/* Wing contours: blue and red lines, thicker at higher levels, over a dark halo; the legend in
 * the top left corner. */
static void
draw_wings (EffluxSkyView *self,
            cairo_t       *cr)
{
  if (self->wing_sets != NULL)
    {
      cairo_set_line_join (cr, CAIRO_LINE_JOIN_ROUND);
      for (int pass = 0; pass < 2; pass++)
        for (guint k = 0; k < self->wing_sets->len; k++)
          {
            const EffluxWingSet *set = g_ptr_array_index (self->wing_sets, k);

            for (guint i = 0; i < set->lines->len; i++)
              {
                const EffluxPolyline *line = g_ptr_array_index (set->lines, i);
                gboolean pen = FALSE;
                double width = 1.0;

                for (gsize l = 0; l < set->n_levels; l++)
                  if (line->level == set->levels[l])
                    width = 1.0 + 0.4 * l;
                for (gsize j = 0; j < line->n; j++)
                  {
                    double wx, wy;

                    if (isnan (line->xy[2 * j]))
                      {
                        pen = FALSE;
                        continue;
                      }
                    efflux_sky_view_pixel_to_widget (self, line->xy[2 * j], line->xy[2 * j + 1],
                                                     &wx, &wy);
                    if (pen)
                      cairo_line_to (cr, wx, wy);
                    else
                      cairo_move_to (cr, wx, wy);
                    pen = TRUE;
                  }
                if (line->closed && pen)
                  cairo_close_path (cr);
                if (pass == 0)
                  {
                    cairo_set_source_rgba (cr, 0, 0, 0, 0.55);
                    cairo_set_line_width (cr, width + 2.0);
                  }
                else
                  {
                    if (set->kind == EFFLUX_LOBE_BLUE)
                      cairo_set_source_rgba (cr, 0.35, 0.65, 1.0, 1.0);
                    else
                      cairo_set_source_rgba (cr, 1.0, 0.35, 0.3, 1.0);
                    cairo_set_line_width (cr, width);
                  }
                cairo_stroke (cr);
              }
          }
    }
  if (self->wing_legend != NULL && self->wing_legend[0] != '\0')
    draw_label (self, cr, self->wing_legend, 8, 8, 0.0, 0.0);
}

/* ---- drawing ---- */

/* The visible part of the map, resampled nearest-neighbour at the device resolution into a
 * memory texture (GTK 4.8 scales textures with linear filtering only: drawing the texture 1:1
 * keeps every map pixel a sharp block at any zoom). */
static void
append_image (EffluxSkyView *self,
              GtkSnapshot   *snapshot,
              int            w,
              int            h)
{
  int scale = gtk_widget_get_scale_factor (GTK_WIDGET (self));
  double left, top, right, bottom;
  int vx0, vy0, vx1, vy1, tw, th;
  g_autoptr(GBytes) bytes = NULL;
  g_autoptr(GdkTexture) texture = NULL;
  g_autofree gssize *columns = NULL;
  guint8 *pixels;

  efflux_sky_view_pixel_to_widget (self, -0.5, self->height - 0.5, &left, &top);
  efflux_sky_view_pixel_to_widget (self, self->width - 0.5, -0.5, &right, &bottom);
  vx0 = (int) floor (MAX (left, 0.0));
  vy0 = (int) floor (MAX (top, 0.0));
  vx1 = (int) ceil (MIN (right, (double) w));
  vy1 = (int) ceil (MIN (bottom, (double) h));
  if (vx1 <= vx0 || vy1 <= vy0)
    return;
  tw = (vx1 - vx0) * scale;
  th = (vy1 - vy0) * scale;

  pixels = g_malloc ((gsize) tw * th * 4);
  columns = g_new (gssize, tw);
  for (int i = 0; i < tw; i++)
    {
      double px, py;

      efflux_sky_view_widget_to_pixel (self, vx0 + (i + 0.5) / scale, 0, &px, &py);
      px = floor (px + 0.5);
      columns[i] = (px >= 0 && px < self->width) ? (gssize) px : -1;
    }
  for (int j = 0; j < th; j++)
    {
      guint8 *row = pixels + (gsize) j * tw * 4;
      double px, py;
      gssize y;

      efflux_sky_view_widget_to_pixel (self, 0, vy0 + (j + 0.5) / scale, &px, &py);
      py = floor (py + 0.5);
      y = (py >= 0 && py < self->height) ? (gssize) py : -1;
      for (int i = 0; i < tw; i++)
        {
          if (y < 0 || columns[i] < 0)
            {
              memset (row + 4 * i, 0, 4);
              continue;
            }
          memcpy (row + 4 * i, self->rgba + ((gsize) y * self->width + (gsize) columns[i]) * 4, 4);
        }
    }
  bytes = g_bytes_new_take (pixels, (gsize) tw * th * 4);
  /* the tables hold opaque colours or fully transparent blanks: premultiplied as they are */
  texture = gdk_memory_texture_new (tw, th, GDK_MEMORY_R8G8B8A8_PREMULTIPLIED, bytes, (gsize) tw * 4);
  gtk_snapshot_append_texture (snapshot, texture,
                               &GRAPHENE_RECT_INIT (vx0, vy0, vx1 - vx0, vy1 - vy0));
}

static void
draw_label (EffluxSkyView *self,
            cairo_t       *cr,
            const char    *text,
            double         x,
            double         y,
            double         xalign,
            double         yalign)
{
  g_autoptr(PangoLayout) layout = gtk_widget_create_pango_layout (GTK_WIDGET (self), text);
  int lw, lh;
  double bx, by;

  pango_layout_get_pixel_size (layout, &lw, &lh);
  bx = round (x - xalign * (lw + 6));
  by = round (y - yalign * (lh + 2));
  cairo_set_source_rgba (cr, 0.0, 0.0, 0.0, 0.6);
  cairo_rectangle (cr, bx, by, lw + 6, lh + 2);
  cairo_fill (cr);
  cairo_set_source_rgba (cr, 1.0, 1.0, 1.0, 0.95);
  cairo_move_to (cr, bx + 3, by + 1);
  pango_cairo_show_layout (cr, layout);
}

static void
draw_grid (EffluxSkyView *self,
           cairo_t       *cr,
           int            w,
           int            h)
{
  g_autoptr(EffluxSkyGrid) grid = NULL;
  double x0, y0, x1, y1;

  if (self->grid < 0 || self->cube == NULL || self->cube->sky == NULL)
    return;
  /* the visible region of the map, in map pixels */
  efflux_sky_view_widget_to_pixel (self, 0, h, &x0, &y0);
  efflux_sky_view_widget_to_pixel (self, w, 0, &x1, &y1);
  x0 = MAX (x0, -0.5);
  y0 = MAX (y0, -0.5);
  x1 = MIN (x1, self->width - 0.5);
  y1 = MIN (y1, self->height - 0.5);
  if (x1 <= x0 || y1 <= y0)
    return;
  {
    double ref_ra = self->src_ra, ref_dec = self->src_dec;
    /* fewer lines in a small view, so that the labels (about 100 pixels wide) do not crowd */
    int max_lines = CLAMP (MIN (w / 140, h / 70), 2, GRID_LINES);

    /* offsets are from the source, or from the map's centre when no source is known */
    if (!self->has_source
        && !efflux_cube_pixel_to_icrs (self->cube, (self->width - 1.0) / 2.0,
                                       (self->height - 1.0) / 2.0, &ref_ra, &ref_dec))
      return;
    grid = efflux_skygrid_new (self->cube, x0, y0, x1, y1, (EffluxSkyGridStyle) self->grid,
                               ref_ra, ref_dec, max_lines);
  }
  if (grid == NULL)
    return;

  {
    double cx0, cy0, cx1, cy1;

    /* clip the lines to the map */
    efflux_sky_view_pixel_to_widget (self, x0, y1, &cx0, &cy0);
    efflux_sky_view_pixel_to_widget (self, x1, y0, &cx1, &cy1);
    cairo_save (cr);
    cairo_rectangle (cr, cx0, cy0, cx1 - cx0, cy1 - cy0);
    cairo_clip (cr);
    cairo_set_line_width (cr, 1.0);
    cairo_set_source_rgba (cr, 1.0, 1.0, 1.0, 0.35);
    for (guint i = 0; i < grid->lines->len; i++)
      {
        EffluxSkyGridLine *line = g_ptr_array_index (grid->lines, i);
        const double *p = (const double *) line->points->data;
        gboolean pen_down = FALSE;

        for (guint k = 0; k < line->points->len / 2; k++)
          {
            double wx, wy;

            if (isnan (p[2 * k]))
              {
                pen_down = FALSE;
                continue;
              }
            efflux_sky_view_pixel_to_widget (self, p[2 * k], p[2 * k + 1], &wx, &wy);
            if (pen_down)
              cairo_line_to (cr, wx, wy);
            else
              cairo_move_to (cr, wx, wy);
            pen_down = TRUE;
          }
      }
    cairo_stroke (cr);

    /* labels: RA (or east offset) along the bottom edge, Dec (or north offset) along the left */
    for (guint i = 0; i < grid->lines->len; i++)
      {
        EffluxSkyGridLine *line = g_ptr_array_index (grid->lines, i);
        double wx, wy;

        if (!line->has_anchor)
          continue;
        efflux_sky_view_pixel_to_widget (self, line->anchor_x, line->anchor_y, &wx, &wy);
        if (line->longitude)
          draw_label (self, cr, line->label, wx, wy - 2, 0.5, 1.0);
        else
          draw_label (self, cr, line->label, wx + 2, wy, 0.0, 0.5);
      }
    cairo_restore (cr);
  }
}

WORK INSTRUCTIONS:
Please transcribe the data exactly from its first line. End with the line that contains "for (gsize l".

RESPONSE AREA:
/* Wing contours: blue and red lines, thicker at higher levels, over a dark halo; the legend in
 * the top left corner. */
static void
draw_wings (EffluxSkyView *self,
            cairo_t       *cr)
{
  if (self->wing_sets != NULL)
    {
      cairo_set_line_join (cr, CAIRO_LINE_JOIN_ROUND);
      for (int pass = 0; pass < 2; pass++)
        for (guint k = 0; k < self->wing_sets->len; k++)
          {
            const EffluxWingSet *set = g_ptr_array_index (self->wing_sets, k);

            for (guint i = 0; i < set->lines->len; i++)
              {
                const EffluxPolyline *line = g_ptr_array_index (set->lines, i);
                gboolean pen = FALSE;
                double width = 1.0;

                for (gsize l = 0; l < set->n_levels; l++)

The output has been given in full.